- [Description of the task] Across the entries below, determine how many lines include the word "asarray". State only the resulting number.
*** Source information
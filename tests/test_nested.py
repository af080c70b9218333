"""Nested observers (a friend of a friend) and inner observers with choices of their own.

Check values and their sources:

* Local friendliness, two labs, three settings each, one friend per lab read
  out at setting 1: 932 facets (K.-W. Bong et al., Nature Physics 16, 1199
  (2020), arXiv:1907.05607); two settings each: equal to the Bell-local set,
  24 facets (same paper; Fine, PRL 48, 291 (1982)).  A nested scenario whose
  read-out chain collapses (the outer friend copies the inner one in every
  run, or an observer "chooses" among one setting only) must give the very
  same set: same facets, same verdicts, exactly.
* Hardy's support pattern (L. Hardy, PRL 71, 1665 (1993)) contradicts
  absoluteness with possibilistic local agency in two labs with one friend
  each (M. Haddara and E. G. Cavalcanti, arXiv:2205.12223); with the friend
  replaced by a collapsing chain the contradiction and its checked proof stay.
* An independent brute-force encoding, written in this file from the
  semantics in DEVELOPERS.md and solved with scipy's LP, agrees with the
  compiled model of a small scenario with a choosing friend and a friend of
  that friend (no published value; the check is the second encoding).
"""

from __future__ import annotations

import itertools
from fractions import Fraction
from pathlib import Path

import numpy as np
import pytest

from nogo.check import decide, recheck
from nogo.compile import compile_bundle
from nogo.errors import InputError
from nogo.events import present_events, read_out_rules
from nogo.inequality import parse_inequality
from nogo.theory import load_theory, load_theory_text

ROOT = Path(__file__).resolve().parent.parent
T = ROOT / "theories"

HEAD_2x2 = """
scenario:
  parties:
    A: {settings: [1, 2], outcomes: [+1, -1]}
    B: {settings: [1, 2], outcomes: [+1, -1]}
  inner_observers:
"""


def _theory(observers: str, tail: str = "") -> str:
    return HEAD_2x2 + observers + tail


# -- declarations refused -------------------------------------------------------------
@pytest.mark.parametrize("observers, words, line", [
    ("    F: {lab: G, read_out_at: always}\n    G: {lab: F, read_out_at: always}\n",
     "inside each other's labs: F -> G -> F", 7),
    ("    F: {lab: F, read_out_at: always}\n", "inside each other's labs: F -> F", 7),
    ("    F: {lab: Z, read_out_at: 1}\n", "no party or inner observer named 'Z'", 7),
    ("    F: {lab: A, read_out_at: always}\n", "not 'always'", 7),
    ("    F: {lab: A, read_out_at: 1}\n    G: {lab: F, read_out_at: 1}\n", "chooses no setting", 8),
    ("    F: {lab: A, settings: [1, 2], read_out_at: 1}\n    G: {lab: F, read_out_at: 3}\n",
     "has no setting '3'", 8),
    ("    F: {lab: A, read_out_at: 1}\n    G: {lab: F, read_out_at: always}\n    H: {lab: F, read_out_at: always}\n",
     "one of them in every run", 9),
])
def test_malformed_chains_are_refused_with_file_and_line(observers, words, line):
    with pytest.raises(InputError) as exc:
        load_theory_text(_theory(observers, "assumptions: {}\nbundles: {}\n"), "chain.yaml")
    assert words in str(exc.value)
    assert exc.value.where.file == "chain.yaml" and exc.value.where.line == line


def test_choice_setting_is_a_setting_variable_of_the_clauses():
    th = load_theory_text(_theory("    F: {lab: A, settings: [x, z], read_out_at: 1}\n", """
assumptions:
  f-free: {independent: {events: [B], of: [F.setting]}}
bundles: {}
"""), "ok.yaml")
    assert th.scenario.party_names == ("A", "B", "F")  # the choice is held after the parties' settings
    assert th.scenario.party("F").choice_of == "F"
    assert "F.choice" not in th.scenario.all_event_names()
    assert th.assumptions["f-free"].clauses[0].of == ("F",)
    with pytest.raises(InputError) as exc:
        load_theory_text(_theory("    F: {lab: A, read_out_at: 1}\n", """
assumptions:
  bad: {independent: {events: [B], of: [F.setting]}}
bundles: {}
"""), "bad.yaml")
    assert "'F' chooses no setting of its own" in exc.value.message and exc.value.where.line == 10
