/// Reads and checks a results file against its answer file (every row's
/// place in both), without marking.
pub(crate) fn parse(
    results: &str,
    results_file: &str,
    answers: &AnswerFile,
    answers_file: &str,
) -> Result<Parsed, GradeError> {
    let (want, groups) = expected(answers, answers_file)?;
    let results = results.strip_prefix('\u{feff}').unwrap_or(results);
    let sep = separator(results);
    let at = |line: u64, column: usize, message: String| GradeError {
        file: results_file.to_string(),
        line,
        column,
        message,
    };
    let mut reader = csv::ReaderBuilder::new()
        .delimiter(sep)
        .has_headers(true)
        .flexible(true)
        .from_reader(results.as_bytes());
    let headers = reader.headers().map_err(|e| at(1, 0, format!("cannot read the header row: {e}")))?.clone();
    let col = |name: &str| headers.iter().position(|h| h.trim().eq_ignore_ascii_case(name));
    let mut cols = BTreeMap::new();
    for name in ["group", "variant", "sheet", "ray", "quantity", "measured"] {
        match col(name) {
            Some(i) => {
                cols.insert(name, i);
            }
            None if name == "variant" => {}
            None => {
                return Err(at(
                    1,
                    0,
                    format!(
                        "the header row has no `{name}` column (found: {}); keep the header of the results.csv the build wrote: {}",
                        headers.iter().collect::<Vec<_>>().join(", "),
                        COLUMNS.join(", ")
                    ),
                ));
            }
        }
    }
    let groups_list = groups.iter().map(|g| format!("{g:?}")).collect::<Vec<_>>().join(", ");
    let mut seen: BTreeMap<Key, u64> = BTreeMap::new();
    let mut rows: Vec<(Key, String, Option<Verdict>)> = Vec::new();
    let mut warnings = Vec::new();
    for rec in reader.records() {
        let rec =
            rec.map_err(|e| at(e.position().map_or(0, |p| p.line()), 0, format!("not valid CSV: {e}")))?;
        let line = rec.position().map_or(0, |p| p.line());
        if rec.iter().all(|c| c.trim().is_empty()) {
            continue;
        }
        let cell = |name: &str| cols.get(name).and_then(|&i| rec.get(i)).unwrap_or("").trim().to_string();
        let column = |name: &str| cols.get(name).map_or(0, |i| i + 1);
        // A group name written with a leading ' (the CSV-injection guard) matches the name.
        let mut group = cell("group");
        if !groups.contains(&group)
            && let Some(g) = group.strip_prefix('\'')
            && groups.iter().any(|x| x == g)
        {
            group = g.to_string();
        }
        if !groups.contains(&group) {
            return Err(at(
                line,
                column("group"),
                format!(
                    "group {group:?} is not in the build's answer file; the groups there are {groups_list}"
                ),
            ));
        }
        let sheet: u64 = cell("sheet").parse().map_err(|_| {
            at(
                line,
                column("sheet"),
                format!(
                    "sheet {:?} is not a sheet number; write the number printed on the sheet, such as 3",
                    cell("sheet")
                ),
            )
        })?;
        let key: Key = (group.clone(), sheet, cell("ray"), cell("quantity"));
        let Some(exp) = want.get(&key) else {
            let asked: Vec<String> = want
                .keys()
                .filter(|(g, s, _, _)| *g == group && *s == sheet)
                .map(|(_, _, r, q)| format!("{r} {q}"))
                .collect();
            let why = if asked.is_empty() {
                format!("group {group:?} has no sheet {sheet} with answers to mark")
            } else {
                format!(
                    "ray {:?} with quantity {:?} is not an answer on this group's sheet {sheet}; it asks for: {}",
                    key.2,
                    key.3,
                    asked.join("; ")
                )
            };
            return Err(at(line, column("ray"), why));
        };
        if let Some(first) = seen.insert(key.clone(), line) {
            return Err(at(
                line,
                0,
                format!("this answer was given already on line {first}; give each answer once"),
            ));
        }
        let variant = cell("variant");
        if cols.contains_key("variant") && !variant.is_empty() && variant != exp.variant {
            warnings.push(format!(
                "{results_file}:{line}: variant {variant:?} differs from the build's {:?} for group {group:?}, sheet {sheet} (marked against the build's; a spreadsheet may have turned the code into a number)",
                exp.variant
            ));
        }
        let measured = cell("measured");
        let verdict = if measured.is_empty() {
            None
        } else {
            Some(match &exp.want {
                Want::Value { value, tolerance } => {
                    let m = match number(&measured, sep == b';') {
                        Ok(m) => m,
                        Err(_) if is_observation_word(&measured) => {
                            rows.push((key, measured.clone(), Some(Verdict::Word(false))));
                            continue;
                        }
                        Err(why) => return Err(at(line, column("measured"), why)),
                    };
                    // Angles from the normal are read as sizes on a protractor.
                    let (m, v) = if exp.unit == "deg" { (m.abs(), value.abs()) } else { (m, *value) };
                    Verdict::Number {
                        measured: m,
                        difference: m - v,
                        within: (m - v).abs() <= tolerance + 1e-9,
                    }
                }
                Want::Observation(word) => {
                    let same = measured.trim().eq_ignore_ascii_case(word)
                        || measured.trim().replace(' ', "-").eq_ignore_ascii_case(word);
                    if !same && !is_observation_word(&measured) && number(&measured, sep == b';').is_err() {
                        return Err(at(
                            line,
                            column("measured"),
                            format!(
                                "{measured:?} is not a word marking knows; write {word:?} or what the ray did instead ({})",
                                OBSERVATIONS.join(", ")
                            ),
                        ));
                    }
                    Verdict::Word(same)
                }
            })
        };
        rows.push((key, measured, verdict));
    }
    Ok(Parsed { want, groups, rows, warnings })
}
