def optional_inputs(model_form: str, tissue: str | None = None) -> tuple[str, ...]:
    """Quantities a model form uses when the study has them (less those the tissue does not use, plus
    the tissue's own optional inputs, e.g. EVLW0 in mL/100g for the steady lung forms).

    Raises
    ------
    StudyError
        For an unknown form.
    """
    spec = form(model_form)
    extras = spec.extras(tissue)
    return tuple(s for s in spec.optional if s not in extras.unused) + extras.optional


def tissue_inputs(model_form: str, tissue: str | None) -> tuple[str, ...]:
    """Inputs the form needs for this tissue only (mentioned in messages: "... for <tissue>").

    Raises
    ------
    StudyError
        For an unknown form.
    """
    return form(model_form).extras(tissue).inputs


def solved(model_form: str) -> tuple[str, ...]:
    """Quantities the form solves (never sampled there; a prior for one is refused).

    Raises
    ------
    StudyError
        For an unknown form.
    """
    return form(model_form).solved


def offered_in(model_form: str, tissue: str) -> bool:
    """Whether a prior set for ``tissue`` may list the form (general forms: every tissue).

    Raises
    ------
    StudyError
        For an unknown form.
    """
    tissues = form(model_form).tissues
    return tissues is None or tissue in tissues


def tissue_mass_reason(model_form: str) -> str | None:
    """Why the form needs ``[study] tissue_mass`` (completes "the <form> form needs tissue_mass ..."),
    or None when it does not.

    Raises
    ------
    StudyError
        For an unknown form.
    """
    return form(model_form).tissue_mass


def forms_predicting(kind: str) -> tuple[str, ...]:
    """The forms that alone predict an observation kind (empty: any form does).

    Parameters
    ----------
    kind : str
        An observation kind (``[[observations]] kind``).

    Returns
    -------
    tuple of str
    """
    return tuple(name for name, spec in FORMS.items() if kind in spec.observation_kinds)


def declared_outputs(model_form: str, tissue: str | None = None) -> tuple[Output, ...]:
    """Every output the form may give for a tissue, in order: the common ones, the form's own, the
    tissue's own, the whole-tissue flows (each with its unit and what it needs).

    Raises
    ------
    StudyError
        For an unknown form.
    """
    spec = form(model_form)
    return COMMON_OUTPUTS + spec.outputs + spec.extras(tissue).outputs + WHOLE_TISSUE_OUTPUTS


@lru_cache(maxsize=256)
def _outputs(model_form: str, tissue: str | None, have: frozenset[str], derived: tuple[str, ...]) -> tuple[str, ...]:
    names = [o.name for o in declared_outputs(model_form, tissue) if all(n in have for n in o.needs)]
    return tuple(names + [d for d in derived if d not in names])


def outputs(model_form: str, tissue: str | None = None, have: Iterable[str] = (),
            derived: Iterable[str] = ()) -> list[str]:
    """Output names ``evaluate`` returns for a form, in its order.

    Parameters
    ----------
    model_form : str
        The form.
    tissue : str, optional
        The tissue (its own outputs, e.g. EVLW for the steady lung forms).
    have : iterable of str
        What the study has: its input symbols, ``"tissue_mass"`` when it gives one, ``"Pi_ref"`` when
        its tissue has a reference interstitial pressure.
    derived : iterable of str
        Derived quantities, shown after the outputs.

    Returns
    -------
    list of str

    Raises
    ------
    StudyError
        For an unknown form.
    """
    return list(_outputs(model_form, tissue, frozenset(have), tuple(derived)))


def study_facts(study: StudyLike) -> frozenset[str]:
    """What a study has, in the sense of :func:`outputs`: its inputs and derived quantities,
    ``"tissue_mass"`` and ``"Pi_ref"`` when set."""
    derived: Mapping[str, Any] = getattr(study, "derived", None) or {}
    facts = set(study.priors) | set(derived)
    if getattr(study, "tissue_mass_kg", None) is not None:
        facts.add(TISSUE_MASS)
    if getattr(study, "Pi_ref", None) is not None:
        facts.add(PI_REF)
    return frozenset(facts)


def study_outputs(study: StudyLike) -> list[str]:
    """Output names ``evaluate(study, ...)`` returns, in order (from the catalogue only).

    Parameters
    ----------
    study : StudyLike
        A study (``model``, ``priors``; ``tissue``, ``derived``, ``tissue_mass_kg``, ``Pi_ref`` when set).

    Returns
    -------
    list of str

    Raises
    ------
    StudyError
        For an unknown form.
    """
    derived: Mapping[str, Any] = getattr(study, "derived", None) or {}
    return outputs(study.model, getattr(study, "tissue", None), study_facts(study), tuple(derived))


def output_names(model_form: str, tissue_mass: bool = False, derived: tuple[str, ...] = (),
                 tissue: str | None = None) -> list[str]:
    """Every output a form can give (volumes included, as if the study had C_tis and a reference Pi).

    Parameters
    ----------
    model_form : str
        The form.
    tissue_mass : bool
        Whether the study gives a tissue mass (whole-tissue flows).
    derived : tuple of str
        Derived quantities shown too.
    tissue : str, optional
        The tissue (its own outputs).

    Returns
    -------
    list of str

    Raises
    ------
    StudyError
        For an unknown form.
    """
    have = {"C_tis", PI_REF} | ({TISSUE_MASS} if tissue_mass else set())
    return outputs(model_form, tissue, have, derived)


def all_outputs() -> frozenset[str]:
    """Every output name of every form (derived quantities excluded)."""
    return frozenset(o.name for name, spec in FORMS.items()
                     for t in (None, *spec.per_tissue) for o in declared_outputs(name, t))


def output_unit(name: str) -> str:
    """Canonical unit of an output or derived quantity (``""`` when unknown).

    Parameters
    ----------
    name : str
        An output name (e.g. ``Jv``) or a derived quantity (e.g. ``Pc``).

    Returns
    -------
    str
        A pint-parsable unit (``/100g``: per 100 g of tissue).
    """
    return OUTPUT_UNITS.get(name, CANONICAL.get(name, ""))


def _units() -> dict[str, str]:
    out: dict[str, str] = {}
    for name, spec in FORMS.items():
        for t in (None, *spec.per_tissue):
            for o in declared_outputs(name, t):
                if out.setdefault(o.name, o.unit) != o.unit:
                    raise AssertionError(f"output {o.name} has two units in the catalogue")
    for s in DERIVED_OUTPUTS:
        out.setdefault(s, CANONICAL[s])
    return out
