def posterior_pool(study: Any, output: str, *, seed: int, samples: int, sampler: str | None = None,
                   chains: int | None = None, tune: int | None = None
                   ) -> tuple[dict[str, np.ndarray], np.ndarray, dict[str, Any]]:
    """Posterior draws of the study's individual from its observations, thinned for autocorrelation.

    Samples with :func:`uncertainty.analyses.inference.infer` (quality gate: QualityGateError, exit 3), about
    ``samples`` draws over ``chains`` chains, then keeps every ``thin``-th draw of each chain with
    thin = total draws / smallest bulk ESS over the uncertain inputs (so the kept draws are close to
    independent, as the regression and the given-data index assume). Without subject labels the
    draws are the study's individual; with subjects they are a new individual of the population (the
    typical posterior plus the between-subject layer), the level a new reading would measure.
    Returns (name -> values, including derived quantities and outputs; ``y`` = ``output`` draws;
    info with ``draws``, ``thin``, ``ess_bulk_min``, ``sampler``). Canonical units.
    """
    import arviz as az


    opts = settings(study, sampler=sampler, chains=chains, tune=tune)  # None: the study's [infer], else defaults
    opts["draws"] = max(250, math.ceil(samples / opts["chains"]))
    res = infer(study, seed=seed, checks=False, **opts)
    idata, built = res.idata, res.built
    problem = built.problem
    names = list(problem.priors)
    n_chain, n_draw = int(idata.posterior.sizes["chain"]), int(idata.posterior.sizes["draw"])
    ess = az.ess(idata, var_names=[n for n in names if n in idata.posterior], method="bulk")
    ess_min = float(min(float(np.min(ess[v].values)) for v in ess.data_vars))
    thin = max(1, int(n_chain * n_draw // max(ess_min, 1.0)))
    rng = np.random.default_rng(seed + 104729)
    if built.hierarchical:  # a new individual: typical posterior plus a fresh between-subject layer
        vals = new_subject_values(built, idata, rng)
    else:  # the study's own individual
        vals = {**problem.fixed, **{name: flat(idata, f"{name}__subject")[:, 0] for name in names}}
    keep = np.arange(n_chain * n_draw).reshape(n_chain, n_draw)[:, ::thin].ravel()
    total = n_chain * n_draw
    vals = {k: (np.asarray(v, dtype=float)[keep] if np.ndim(v) and np.shape(v)[0] == total else v)
            for k, v in vals.items()}
    outputs = problem.evaluate(vals, np)
    point = parse_time_endpoint(output, getattr(study, "timeline", None), file=_file(study), key="rank.output")
    if point is not None:  # a whole_body time course at a time
        outputs = {**outputs, output: values_at(study, point, {k: v for k, v in vals.items() if k in study.priors})}
    y = np.asarray(outputs[output], dtype=float) * np.ones(len(keep))
    pool = {**{k: np.asarray(v, dtype=float) for k, v in outputs.items() if np.shape(v) == y.shape},
            **{k: np.asarray(v, dtype=float) for k, v in vals.items() if np.shape(v) == y.shape}}
    info = {"draws": int(len(keep)), "thin": thin, "ess_bulk_min": ess_min, "sampler": res.doc.get("sampler"),
            "chains": n_chain, "level": "new individual" if built.hierarchical else "the study's individual"}
    return pool, y, info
******
- [Result] 4